There are a lot of mosquitoes here. One of the best ways of not attracting them at night is to keep all the lights off. It is very dark here without any light... no, really! I keep thinking, '"The people who walked in darkness have seen a great light." ...And then it went off again.' 

One of the things about it being very very dark here at night is all the other bugs, - apart from mosquitoes! I trod on a slug last week. We sometimes had slug-truders in Norfolk, yellowish, translucent, with green stripes. This was a big black woodland one. Interestingly, less slimy to the foot than those others, but big. Really big. I imagine that by autumn there may be a river of slugs in the corridor, slipping under the front door, cutting me off from the kitchen and the loo, clamouring at the bedroom door, bursting under it and coming in through the window. The dark is like that. It exaggerates and summons up bad thoughts. 

Another time I staggered to the bathroom in the dark, hands outstretched. I found the lightswitch and a shaft of light suddenly fell across my path, something big with multiple digits scuttled away from the light and lay nightmarishly in wait just on the edge of the illuminated patch. On the way back to bed I plucked up the courage to take a closer look, now that my eyes had adjusted to the dim light, It was a centipede. 

It's not just the bugs, last night it was real nightmares, nightmares which included my children. 

Fortunately I know the cure for nightmares. 

In fact I would say that nightmares, when they come round, are usually my personal invitation to get back to it. 

Praying the rosary, of course. 

I have a line in my head, perhaps one of the motivational quotes from our parish newsletter once: "If you want to get to know Jesus, pray the rosary." it might have been Fulton Sheen.   
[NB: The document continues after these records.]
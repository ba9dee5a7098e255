package split

import (
	"context"
	"fmt"

	"thrum/machine"
	"thrum/machine/ledger"
)

// Result is what the split stage did.
type Result struct {
	// Rows are every output with its split, as written to lists.csv.
	Rows []Row
	// Summary counts files and groups per machine, split, origin and label.
	Summary []Summary
	// Warnings name splits left empty (see EmptySplits).
	Warnings []string
}

// Run runs the split stage on an output root: it joins any shard ledger
// parts, reads every machine's ledger, assigns each output to train, eval
// or test by the plant's policy and writes the lists under out/splits/.
func Run(ctx context.Context, p *machine.Plant, out string) (*Result, error) {
	if _, err := ledger.Merge(p, out); err != nil {
		return nil, err
	}
	tree, err := ledger.ReadTreeContext(ctx, out)
	if err != nil {
		return nil, err
	}
	// only the plant's machines: a ledger left by a machine since removed
	// from plant.toml is not split
	var all []ledger.Entry
	for _, e := range tree {
		if p.Machine(e.Machine) != nil {
			all = append(all, e)
		}
	}
	if len(all) == 0 {
		return nil, fmt.Errorf("split: no ledger lines under %s: run expand first", out)
	}
	if err := ctx.Err(); err != nil {
		return nil, err
	}
	pol := PolicyFromPlant(p)
	rows, err := Assign(ctx, ItemsFromLedger(all), pol)
	if err != nil {
		return nil, err
	}
	if err := ctx.Err(); err != nil {
		return nil, err
	}
	if err := WriteSplits(out, rows, pol); err != nil {
		return nil, err
	}
	return &Result{Rows: rows, Summary: Summarize(rows), Warnings: EmptySplits(rows, pol)}, nil
}
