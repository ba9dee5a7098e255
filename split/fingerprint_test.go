package split

import (
	"fmt"
	"math/rand/v2"
	"testing"
)

// TestNearDuplicateSearch injects transformed copies of recordings into the
// index and measures recall; it queries distinct recordings of the same
// machine and measures the false-alarm rate.
func TestNearDuplicateSearch(t *testing.T) {
	const fs, n = 16000.0, 60
	rng := rand.New(rand.NewPCG(11, 12))
	m := newMachineModel(rng, fs)
	fp := NewFingerprinter(fs)
	recs := make([][]float64, n)
	for i := range recs {
		recs[i] = m.record(rng, 10)
	}
	// Index holds transformed copies of every recording ("leaked into
	// training"); queries are the originals ("eval").
	type tr struct {
		name string
		f    func(x []float64, i int) []float64
	}
	trs := []tr{
		{"gain", func(x []float64, i int) []float64 { return applyGain(x, []float64{-6, 6}[i%2]) }},
		{"shift", func(x []float64, i int) []float64 { return applyShift(x, []int{-8000, 8000}[i%2]) }},
		{"noise", func(x []float64, i int) []float64 { return applyNoise(x, rng, 10) }},
		{"speed", func(x []float64, i int) []float64 { return applySpeed(x, []float64{0.98, 1.02}[i%2]) }},
		{"all four", func(x []float64, i int) []float64 {
			y := applySpeed(applyShift(applyGain(x, []float64{-6, 6}[i%2]), []int{-8000, 8000}[i%2]), []float64{0.98, 1.02}[i%2])
			return applyNoise(y, rng, 10)
		}},
	}
	// Verified BER between distinct recordings of the same machine, at any
	// offset the search could propose: the margin below DefaultMaxBER.
	prints := make([]Print, n)
	for i, x := range recs {
		prints[i] = fp.Print(Print{}, x)
	}
	lowest := 1.0
	for i := range 20 {
		for j := 20; j < 40; j++ {
			for off := -300; off <= 300; off += 2*ixDrift + 1 {
				if e, _ := new(verifier).verify(prints[i].Words, prints[j].Words, off); e < lowest {
					lowest = e
				}
			}
		}
	}
	t.Logf("distinct recordings of one machine: lowest verified BER %.3f over 400 pairs × 25 offset windows (threshold %.2f)", lowest, DefaultMaxBER)
	if lowest <= DefaultMaxBER+0.02 {
		t.Errorf("distinct recordings come within 0.02 of the threshold: %.3f", lowest)
	}
	for _, tc := range trs {
		t.Run(tc.name, func(t *testing.T) {
			ix := NewIndex()
			half := n / 2
			for i := range half {
				ix.Add(fmt.Sprint(i), fp.Print(Print{}, tc.f(recs[i], i)))
			}
			found, falseAlarm := 0, 0
			var worst float64
			minVotes := 1 << 30
			for i := range half {
				ms := ix.Query(fp.Print(Print{}, recs[i]))
				for _, mt := range ms {
					if mt.ID == fmt.Sprint(i) {
						found++
						worst = max(worst, mt.BER)
						minVotes = min(minVotes, mt.Votes)
					} else {
						falseAlarm++
					}
				}
			}
			// Distinct recordings of the same machine against the index.
			for i := half; i < n; i++ {
				falseAlarm += len(ix.Query(fp.Print(Print{}, recs[i])))
			}
			pairs := half*half - half + half*half
			recall := float64(found) / float64(half)
			far := float64(falseAlarm) / float64(pairs)
			t.Logf("%s: recall %.3f (%d/%d, worst BER %.3f, fewest votes %d), false alarms %d of %d pairs (%.4f)", tc.name, recall, found, half, worst, minVotes, falseAlarm, pairs, far)
			// Each transform alone must be found at least 95 % of the time.
			// All four at once is harder (the noise and the drift both cost
			// key bits); it is measured, with a floor against regressions.
			floor := 0.95
			if tc.name == "all four" {
				floor = 0.85
			}
			if recall < floor {
				t.Errorf("%s: recall %.3f < %.2f", tc.name, recall, floor)
			}
			if far > 0.01 {
				t.Errorf("%s: false-alarm rate %.4f > 0.01", tc.name, far)
			}
		})
	}
}

func TestFingerprintShape(t *testing.T) {
	fp := NewFingerprinter(16000)
	rng := rand.New(rand.NewPCG(1, 3))
	for _, tc := range []struct{ samples, words int }{
		{0, 0}, {511, 0}, {512 + 35*256 - 1, 0}, {512 + 35*256, 1}, {160000, 589},
	} {
		x := make([]float64, tc.samples)
		for i := range x {
			x[i] = rng.NormFloat64()
		}
		if got := len(fp.Print(Print{}, x).Words); got != tc.words {
			t.Errorf("%d samples: %d words, want %d", tc.samples, got, tc.words)
		}
	}
	// Gain leaves every bit unchanged (the bits are signs of energy
	// differences, which a gain scales by g²).
	x := newMachineModel(rng, 16000).record(rng, 2)
	a, b := fp.Print(Print{}, x), fp.Print(Print{}, applyGain(x, -12))
	if e, _ := ber(a.Words, b.Words, 0); e != 0 {
		t.Errorf("gain changes %.4f of the bits", e)
	}
	defer func() {
		if recover() == nil {
			t.Error("no panic for a 2 kHz sample rate")
		}
	}()
	NewFingerprinter(2000)
}
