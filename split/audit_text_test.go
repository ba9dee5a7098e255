package split

import (
	"bytes"
	"fmt"
	"strings"
	"testing"
)

// WriteText prints one heading per rule and machine pair with its count,
// at most TextGroupLines violations of a group and a line counting the
// rest; finish records the same groups for --json.
func TestWriteTextGrouped(t *testing.T) {
	var r Report
	for i := range 7 {
		r.add(RuleNearDup, "BER 0.1", fmt.Sprintf("pump-p1/duty/augmented/a-c%04d.wav", i), fmt.Sprintf("fan-f1/high/recorded/b-c%04d.wav", i))
	}
	r.add(RuleNearDup, "BER 0.2", "pump-p1/duty/recorded/x.wav", "pump-p1/duty/recorded/y.wav")
	r.add(RuleGroupOneSplit, "group in train and eval", "pump-p1/duty/recorded/z.wav")
	r.add(RuleListed, "missing", "lists.csv")
	r.ran(RuleNearDup, 1)
	r.finish()
	var buf bytes.Buffer
	if err := r.WriteText(&buf); err != nil {
		t.Fatal(err)
	}
	text := buf.String()
	t.Logf("\n%s", text)
	for _, tc := range []struct {
		want  string
		count int
	}{
		{RuleNearDup + " [" + LeakDuplicates + "] fan-f1 ↔ pump-p1: 7 violation(s)\n", 1},
		{RuleNearDup + " [" + LeakDuplicates + "] pump-p1: 1 violation(s)\n", 1},
		{RuleGroupOneSplit + " [" + LeakNonIndependent + "] pump-p1: 1 violation(s)\n", 1},
		{RuleListed + " [" + LeakNoCleanSplit + "]: 1 violation(s)\n", 1},
		{"  pump-p1/duty/augmented/a-c0004.wav, fan-f1/high/recorded/b-c0004.wav: BER 0.1\n", 1},
		{"a-c0005.wav", 0}, // beyond the first five of its group
		{"  … and 2 more (--json lists every one)\n", 1},
		{"  pump-p1/duty/recorded/x.wav, pump-p1/duty/recorded/y.wav: BER 0.2\n", 1},
		{"audit: 10 violation(s) in 4 group(s); ", 1},
	} {
		if n := strings.Count(text, tc.want); n != tc.count {
			t.Errorf("%q appears %d times, want %d", tc.want, n, tc.count)
		}
	}
	want := []GroupCount{
		{RuleGroupOneSplit, LeakNonIndependent, "pump-p1", 1},
		{RuleListed, LeakNoCleanSplit, "", 1},
		{RuleNearDup, LeakDuplicates, "fan-f1 ↔ pump-p1", 7},
		{RuleNearDup, LeakDuplicates, "pump-p1", 1},
	}
	if fmt.Sprint(r.Groups) != fmt.Sprint(want) {
		t.Errorf("groups %v, want %v", r.Groups, want)
	}
}
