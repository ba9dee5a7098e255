package split

import "thrum/machine"

// Training is the evaluation-safety policy the expand and faults stages
// follow before any split is made: which groups of normal recordings will
// be training groups (only those get variants and fault cues; those of
// eval and test groups would be excluded anyway) and which backgrounds a
// training variant may mix in (the training share of the background
// partition, so no background heard in eval or test is learnt). It gives
// the answers Assign later gives, from the same policy.
type Training struct {
	pol         Policy
	backgrounds []string
}

// TrainingPolicy builds the training policy of a loaded plant.
func TrainingPolicy(p *machine.Plant) *Training {
	pol := PolicyFromPlant(p)
	part := AssignBackgrounds(pol.Backgrounds, pol)
	t := &Training{pol: pol, backgrounds: []string{}}
	for _, id := range pol.Backgrounds {
		if part[id] == machine.SplitTrain {
			t.backgrounds = append(t.backgrounds, id)
		}
	}
	return t
}

// Trains reports whether a group of normal recordings of a machine's
// condition that is not held out will be a training group.
func (t *Training) Trains(machineID, group string) bool {
	return t.pol.NormalGroupSplit(machineID, group) == machine.SplitTrain
}

// Backgrounds returns the ids of the plant's backgrounds a training
// variant may mix in, in the plant's order (empty when none may be).
func (t *Training) Backgrounds() []string {
	return append([]string{}, t.backgrounds...)
}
Jesus went through the real-life nightmare. Real saddistic torture at the hands of the state. The state which fundamentally is entrusted with it's peoples' safety, having something like a paternal responsibility for them. 

In so suffering Jesus puts himself with the real vicitms of torture and abuse, and his mother, Our Lady, stands with those who have to watch as someone they love is wrenched apart. 

And we can get to know all about that divine presence with us, in our sufferings, by meditating on the mysteries of the the rosary. The rosary is how I get to sleep when I otherwise can't. It's a reality check when my thoughts are spiralling. Or sometimes it's an invitation to sit and rest in the arms of a Father and a King who is Good.

"The rosary leads us to contemplate the beauty on the face of Christ and to experience the depths of his love." JP2 

The people who walked in darkness have indeed seen a great light.